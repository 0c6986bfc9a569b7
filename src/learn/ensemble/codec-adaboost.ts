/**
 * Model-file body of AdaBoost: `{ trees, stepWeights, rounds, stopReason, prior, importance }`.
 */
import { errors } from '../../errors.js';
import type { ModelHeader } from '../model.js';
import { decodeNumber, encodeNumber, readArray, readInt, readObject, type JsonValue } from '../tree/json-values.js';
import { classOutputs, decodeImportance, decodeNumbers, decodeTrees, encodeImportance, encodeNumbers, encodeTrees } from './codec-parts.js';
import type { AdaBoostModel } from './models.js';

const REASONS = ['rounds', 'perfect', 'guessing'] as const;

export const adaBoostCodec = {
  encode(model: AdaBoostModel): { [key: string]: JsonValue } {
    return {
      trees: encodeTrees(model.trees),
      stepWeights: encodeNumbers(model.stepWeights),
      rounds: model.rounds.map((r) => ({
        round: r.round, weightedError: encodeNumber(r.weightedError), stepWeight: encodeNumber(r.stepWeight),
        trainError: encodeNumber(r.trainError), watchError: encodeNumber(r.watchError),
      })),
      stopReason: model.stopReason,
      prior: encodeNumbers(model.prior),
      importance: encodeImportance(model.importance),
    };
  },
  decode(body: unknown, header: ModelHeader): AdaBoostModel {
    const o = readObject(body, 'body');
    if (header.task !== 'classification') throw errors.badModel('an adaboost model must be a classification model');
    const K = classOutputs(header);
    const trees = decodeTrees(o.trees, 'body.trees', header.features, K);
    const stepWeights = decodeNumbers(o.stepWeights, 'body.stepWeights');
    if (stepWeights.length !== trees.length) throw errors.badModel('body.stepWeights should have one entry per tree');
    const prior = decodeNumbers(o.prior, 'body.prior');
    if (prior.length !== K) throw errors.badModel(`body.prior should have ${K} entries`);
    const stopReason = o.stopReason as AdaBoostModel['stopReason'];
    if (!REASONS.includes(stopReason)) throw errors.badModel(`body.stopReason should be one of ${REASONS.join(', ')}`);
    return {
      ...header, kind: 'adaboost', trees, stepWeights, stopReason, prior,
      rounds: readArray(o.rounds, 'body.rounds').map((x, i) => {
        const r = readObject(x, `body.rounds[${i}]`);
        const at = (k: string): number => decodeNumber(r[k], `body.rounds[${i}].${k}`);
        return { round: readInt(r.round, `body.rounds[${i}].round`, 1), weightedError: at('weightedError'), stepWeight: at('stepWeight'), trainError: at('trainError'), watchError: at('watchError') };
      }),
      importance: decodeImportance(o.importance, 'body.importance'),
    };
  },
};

-- -- --

What needs to be done:
Copy the data exactly. Leave nothing out.

Reply to the exercise:
repository 0c6986bfc9a569b7
filename src/learn/ensemble/codec-adaboost.ts
/**
 * Model-file body of AdaBoost: `{ trees, stepWeights, rounds, stopReason, prior, importance }`.
 */
import { errors } from '../../errors.js';
import type { ModelHeader } from '../model.js';
import { decodeNumber, encodeNumber, readArray, readInt, readObject, type JsonValue } from '../tree/json-values.js';
import { classOutputs, decodeImportance, decodeNumbers, decodeTrees, encodeImportance, encodeNumbers, encodeTrees } from './codec-parts.js';
import type { AdaBoostModel } from './models.js';

const REASONS = ['rounds', 'perfect', 'guessing'] as const;

export const adaBoostCodec = {
  encode(model: AdaBoostModel): { [key: string]: JsonValue } {
    return {
      trees: encodeTrees(model.trees),
      stepWeights: encodeNumbers(model.stepWeights),
      rounds: model.rounds.map((r) => ({
        round: r.round, weightedError: encodeNumber(r.weightedError), stepWeight: encodeNumber(r.stepWeight),
        trainError: encodeNumber(r.trainError), watchError: encodeNumber(r.watchError),
      })),
      stopReason: model.stopReason,
      prior: encodeNumbers(model.prior),
      importance: encodeImportance(model.importance),
    };
  },
  decode(body: unknown, header: ModelHeader): AdaBoostModel {
    const o = readObject(body, 'body');
    if (header.task !== 'classification') throw errors.badModel('an adaboost model must be a classification model');
    const K = classOutputs(header);
    const trees = decodeTrees(o.trees, 'body.trees', header.features, K);
    const stepWeights = decodeNumbers(o.stepWeights, 'body.stepWeights');
    if (stepWeights.length !== trees.length) throw errors.badModel('body.stepWeights should have one entry per tree');
    const prior = decodeNumbers(o.prior, 'body.prior');
    if (prior.length !== K) throw errors.badModel(`body.prior should have ${K} entries`);
    const stopReason = o.stopReason as AdaBoostModel['stopReason'];
    if (!REASONS.includes(stopReason)) throw errors.badModel(`body.stopReason should be one of ${REASONS.join(', ')}`);
    return {
      ...header, kind: 'adaboost', trees, stepWeights, stopReason, prior,
      rounds: readArray(o.rounds, 'body.rounds').map((x, i) => {
        const r = readObject(x, `body.rounds[${i}]`);
        const at = (k: string): number => decodeNumber(r[k], `body.rounds[${i}].${k}`);
        return { round: readInt(r.round, `body.rounds[${i}].round`, 1), weightedError: at('weightedError'), stepWeight: at('stepWeight'), trainError: at('trainError'), watchError: at('watchError') };
      }),
      importance: decodeImportance(o.importance, 'body.importance'),
    };
  },
};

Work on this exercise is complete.